** Entries supplied follows **

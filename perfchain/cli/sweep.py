"""``perfchain sweep`` (a table over a grid) and ``perfchain compare`` (pairs at their optimum)."""

from __future__ import annotations

import os
import sys

import click

from perfchain.cli.edges import check_output, json_text, out_option, quote_as_typed, units_option

__all__ = ["sweep", "compare", "SEPARATION_HELP"]

SEPARATION_HELP = ("Flow-separation criterion for ambient values: summerfield (default, k=0.4), "
                   "summerfield:K (K from 0.25 to 0.5) or schmucker; a separated nozzle gets the "
                   "cut-nozzle estimate.")


def _workers(text):
    from perfchain.inputs import count

    if text is None:
        return os.cpu_count() or 1
    return count(text, "workers", "a whole number of worker processes, at least 1", 1)


def _nozzle_options(lists: bool):
    """--area-ratio, --exit-pressure, --ambient-pressure, --altitude, --flow (lists for sweep)."""
    texts = (("Exit/throat area ratios: '10,40,80'.", "Exit/throat area ratio (> 1)."),
             ("Exit pressures with units: '1 atm,0.5 bar'.", "Exit pressure with a unit, e.g. '1 atm'."),
             ("Ambient pressures with units (default '1 atm'); '0 Pa' is vacuum.",
              "Ambient pressure with a unit (default '1 atm'); '0 Pa' is vacuum."),
             ("Altitudes with units, US Standard Atmosphere 1976: '0 km,10 km'.",
              "Altitude with a unit, US Standard Atmosphere 1976: '10 km'."),
             ("Flow models: 'shifting,frozen'.", "shifting, frozen or frozen-throat."))
    names = ("--area-ratio", "--exit-pressure", "--ambient-pressure", "--altitude", "--flow")
    pick = 0 if lists else 1

    def wrap(f):
        for name, text in reversed(list(zip(names, texts))):
            extra = {"default": "shifting", "show_default": True} if name == "--flow" else {}
            f = click.option(name, help=text[pick], **extra)(f)
        return f
    return wrap


@click.command("sweep")
@click.option("--oxidizer", help="Oxidizer name, e.g. LOX, N2O4, N2O.")
@click.option("--fuel", help="Fuel name, e.g. RP-1, LCH4, MMH, paraffin.")
@click.option("--mixture-ratio", help="O/F values, comma-separated and/or ranges (stop included): "
              "'2.0,2.4,2.8', '2.6 to 4.0 step 0.2', '1.6:3.6:0.1'.")
@click.option("--propellant", help="Instead of --oxidizer/--fuel/--mixture-ratio: a formulation by mass, "
              "'AP=0.68, Al=0.18, HTPB=0.14', or a monopropellant, e.g. H2O2-98 (no O/F axis).")
@click.option("--chamber-pressure", required=True, help="Pressures with units: '20 bar,50 bar,100 bar', "
              "'20, 50, 100 bar' (one unit for the list) or '30 to 100 bar step 10'.")
@_nozzle_options(lists=True)
@click.option("--out", "out", help="Output table: .csv, .parquet or .json (default: CSV on stdout).")
@click.option("--units", help="Units of the table: si (bar, K, m/s, mm) or us (psia, degR, ft/s, in). "
              "[default: SI base units (Pa, K, m/s, m)]")
@click.option("--workers", help="Local worker processes (default: one per core).")
@click.option("--cluster", help="Address of a running Dask scheduler, e.g. tcp://127.0.0.1:8786.")
@click.option("--cluster-timeout", help="Seconds to wait for the cluster's first worker "
              "[default: 60, or PERFCHAIN_CLUSTER_TIMEOUT].")
@click.option("--composition-top", default="5", show_default=True,
              help="Species kept per station in the composition columns (0: none).")
@click.option("--chunk-solves", default="256", show_default=True,
              help="Solves per chunk: the unit of batching, checkpointing and progress.")
@click.option("--yes", is_flag=True, help="Allow grids above 20,000 points.")
@click.option("--separation", help=SEPARATION_HELP)
@click.option("--transport", is_flag=True, help="Add the gas transport columns at each station (viscosity, "
              "conductivity, Prandtl numbers); a few ms per station.")
@quote_as_typed
def sweep(oxidizer, fuel, mixture_ratio, propellant, chamber_pressure, area_ratio, exit_pressure,
          ambient_pressure, altitude, flow, out, units, workers, cluster, cluster_timeout, composition_top,
          chunk_solves, yes, separation, transport):
    """Performance over a full grid of operating points, one row per point (SI units).

    Finished chunks are kept in <out>.parts/ while the sweep runs; running the
    same command again after an interruption resumes from them.
    """
    from perfchain.study.execution import run_chunks
    from perfchain.study.sweep import check_out, make_grid, sweep_to_file
    from perfchain.study.tables import table_columns, write_csv

    if units is not None:
        from perfchain.study.columns import check_units

        units = check_units(units)
    grid = make_grid(oxidizer, fuel, mixture_ratio=mixture_ratio, chamber_pressure=chamber_pressure,
                     area_ratio=area_ratio, exit_pressure=exit_pressure, ambient_pressure=ambient_pressure,
                     altitude=altitude, flow=flow, confirm=yes, separation=separation, propellant=propellant,
                     transport=transport)
    from perfchain.inputs import count

    n = _workers(workers)
    top = str(count(composition_top, "composition_top", "a whole number of species, 0 or more"))
    solves = str(count(chunk_solves, "chunk_solves", "a whole number of solves per chunk, at least 1", 1))
    if out is None:
        results, _ = run_chunks(grid, workers=n, cluster=cluster, top=int(top), solves=int(solves),
                                cluster_timeout=cluster_timeout)
        cols = table_columns(grid, results)
        if units is not None:
            from perfchain.study.files import load_chunk
            from perfchain.study.outfiles import convert_rows

            results = [convert_rows(load_chunk(rows), units)[0] for rows in results]
        write_csv(sys.stdout.buffer, cols, results)
        sys.stdout.flush()
        return
    check_out(out)
    options = {"oxidizer": oxidizer, "fuel": fuel, "mixture_ratio": mixture_ratio, "propellant": propellant,
               "chamber_pressure": chamber_pressure, "area_ratio": area_ratio, "exit_pressure": exit_pressure,
               "ambient_pressure": ambient_pressure, "altitude": altitude, "flow": flow,
               "composition_top": top, "separation": separation, "units": units, "transport": transport}
    path = sweep_to_file(out, grid, workers=n, cluster=cluster, top=int(top), options=options,
                         solves=int(solves), cluster_timeout=cluster_timeout, units=units)
    click.echo(f"wrote {grid.size} points to {path}", err=True)


#: (column, format) of the readable comparison; labels and units from perfchain.study.labels
_COMPARE_COLUMNS = (("rank", "d"), ("pair", "s"), ("mixture_ratio", ".3f"), ("chamber_temperature", ".0f"),
                    ("cstar", ".1f"), ("isp_vacuum", ".1f"), ("isp_ambient", ".1f"), ("bulk_density", ".1f"),
                    ("density_isp", ".0f"))


@click.command("compare")
@click.option("--pair", "pairs", multiple=True, help="OXIDIZER/FUEL; repeat: --pair LOX/RP-1 --pair LOX/LCH4.")
@click.option("--propellant", "propellants", multiple=True, help="A formulation or monopropellant to stand "
              "beside the pairs (no O/F to optimize); repeat: --propellant 'AP=0.86, HTPB=0.14' --propellant H2O2-98.")
@click.option("--chamber-pressure", required=True, help="With a unit: '70 bar'.")
@_nozzle_options(lists=False)
@click.option("--objective", default="isp_vacuum", show_default=True,
              help="What the optimum O/F maximizes: isp_vacuum, isp_ambient, density_isp, density_isp_ambient.")
@click.option("--rank-by", help="Ranking column (default: the objective); also cstar, chamber_temperature, bulk_density.")
@click.option("--separation", help=SEPARATION_HELP)
@click.option("--json", "as_json", is_flag=True, help="Print JSON (SI units).")
@out_option
@units_option
@quote_as_typed
def compare(pairs, propellants, chamber_pressure, area_ratio, exit_pressure, ambient_pressure, altitude, flow,
            objective, rank_by, separation, as_json, out, units):
    """Propellant pairs side by side, each at its own optimum O/F, ranked best first.

    Formulations (--propellant) stand beside them as they are: they have no O/F.
    """
    from perfchain.atmosphere import pressure
    from perfchain.inputs import nozzle_args
    from perfchain.study.optimum import compare_pairs

    path, units = check_output(out, units)
    nz = nozzle_args(chamber_pressure=chamber_pressure, area_ratio=area_ratio, exit_pressure=exit_pressure,
                     ambient_pressure=ambient_pressure, altitude=altitude, flow=flow)
    pa = nz["ambient_pressure"] if "altitude" not in nz else float(pressure(nz["altitude"]))
    rows = compare_pairs(list(pairs), nz["chamber_pressure"], area_ratio=nz.get("area_ratio"),
                         exit_pressure=nz.get("exit_pressure"), ambient_pressure=pa, flow=nz["flow"],
                         objective=objective, rank_by=rank_by, separation=separation, propellants=list(propellants))
    exit_ = {k: nz[k] for k in ("area_ratio", "exit_pressure", "altitude") if k in nz}
    context = {"chamber_pressure": nz["chamber_pressure"], **exit_, "ambient_pressure": pa, "flow": nz["flow"],
               "objective": objective, "rank_by": rank_by or objective}
    if as_json:
        click.echo(json_text({**context, "pairs": rows}))
    else:
        click.echo("\n".join(_compare_lines(rows, context, units or "si") + [""]
                              + _compare_cautions(propellants, pairs)))
    if path is not None:
        from perfchain.study.outfiles import write_rows

        table = [{**{k: v for k, v in r.items() if k != "reactants"}, **context} for r in rows]
        inputs = {"pairs": list(pairs), "propellants": list(propellants), "chamber_pressure": chamber_pressure,
                  "area_ratio": area_ratio, "exit_pressure": exit_pressure, "ambient_pressure": ambient_pressure,
                  "altitude": altitude, "flow": flow, "objective": objective, "rank_by": rank_by,
                  "separation": separation, "units": units}
        click.echo(f"wrote {len(table)} rows to {write_rows(path, table, units=units, inputs=inputs)}", err=True)


def _quantity(value, kind, units, fmt=".4g"):
    """An SI value as text in the output units: ``'70 bar'``."""
    from perfchain.study.columns import to_unit, unit_label

    return f"{to_unit(value, kind, units):{fmt}} {unit_label(kind, units)}"


def _compare_lines(rows, context, units) -> list[str]:
    """The readable comparison: what was compared under which conditions, then one row per propellant."""
    from perfchain.api.display import text_table
    from perfchain.study.columns import column_kind, to_unit
    from perfchain.study.labels import label, value_label

    where = [f"chamber pressure {_quantity(context['chamber_pressure'], 'pressure', units)}"]
    if "area_ratio" in context:
        where.append(f"area ratio {context['area_ratio']:.4g}")
    else:
        where.append(f"exit pressure {_quantity(context['exit_pressure'], 'pressure', units)}")
    amb = f"ambient pressure {_quantity(context['ambient_pressure'], 'pressure', units)}"
    if "altitude" in context:
        amb += f" (altitude {_quantity(context['altitude'], 'altitude', units, '.6g')}, US Standard Atmosphere 1976)"
    where += [amb, f"{context['flow']} flow"]
    lines = ["perfchain compare | " + " | ".join(where),
             f"each pair at its optimum O/F for {value_label(context['objective'])}; ranked by "
             f"{value_label(context['rank_by'])}", ""]
    body = [["-" if r.get(key) is None else format(to_unit(r[key], column_kind(key), units), fmt)
             for key, fmt in _COMPARE_COLUMNS] for r in rows]
    table = text_table([label(key, units) for key, _ in _COMPARE_COLUMNS], body, left=(1,), width=8)
    depth = len(table) - len(rows)
    for n, text in enumerate(table):
        notes = [] if n < depth else _compare_notes(rows[n - depth], context)
        lines.append(text + (f"  ({'; '.join(notes)})" if notes else ""))
    return lines


def _compare_cautions(propellants, pairs=()) -> list[str]:
    """The point command's cautions: the general one, those of the formulations compared, and the
    nitrous-oxide one where a formulation or a pair's oxidizer is N2O."""
    from perfchain.api.point_layout import formulation_cautions
    from perfchain.propellants.formulation import make_formulation
    from perfchain.propellants.ingredients import get_ingredient

    parts = [make_formulation(p).parts for p in propellants]
    names = [i.name for f in parts for i, _ in f] + [get_ingredient(p.split("/")[0]).name for p in pairs]
    return formulation_cautions([[i.phase for i, _ in f] for f in parts], names)


def _compare_notes(r, context) -> list[str]:
    notes = [r["note"]] if r.get("note") else []
    notes += ["optimum at the search bound"] if r["at_bound"] else []
    if r.get("flows_full") is False and context["ambient_pressure"] != 0:
        notes.append(f"ambient: {r['ambient_model']}")
    return notes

** End of Entries supplied **

- [Exercise objective]: Go line by line through the records above and copy each one containing "Standard".

- [Task answer]:
             ("Altitudes with units, US Standard Atmosphere 1976: '0 km,10 km'.",
              "Altitude with a unit, US Standard Atmosphere 1976: '10 km'."),
        amb += f" (altitude {_quantity(context['altitude'], 'altitude', units, '.6g')}, US Standard Atmosphere 1976)"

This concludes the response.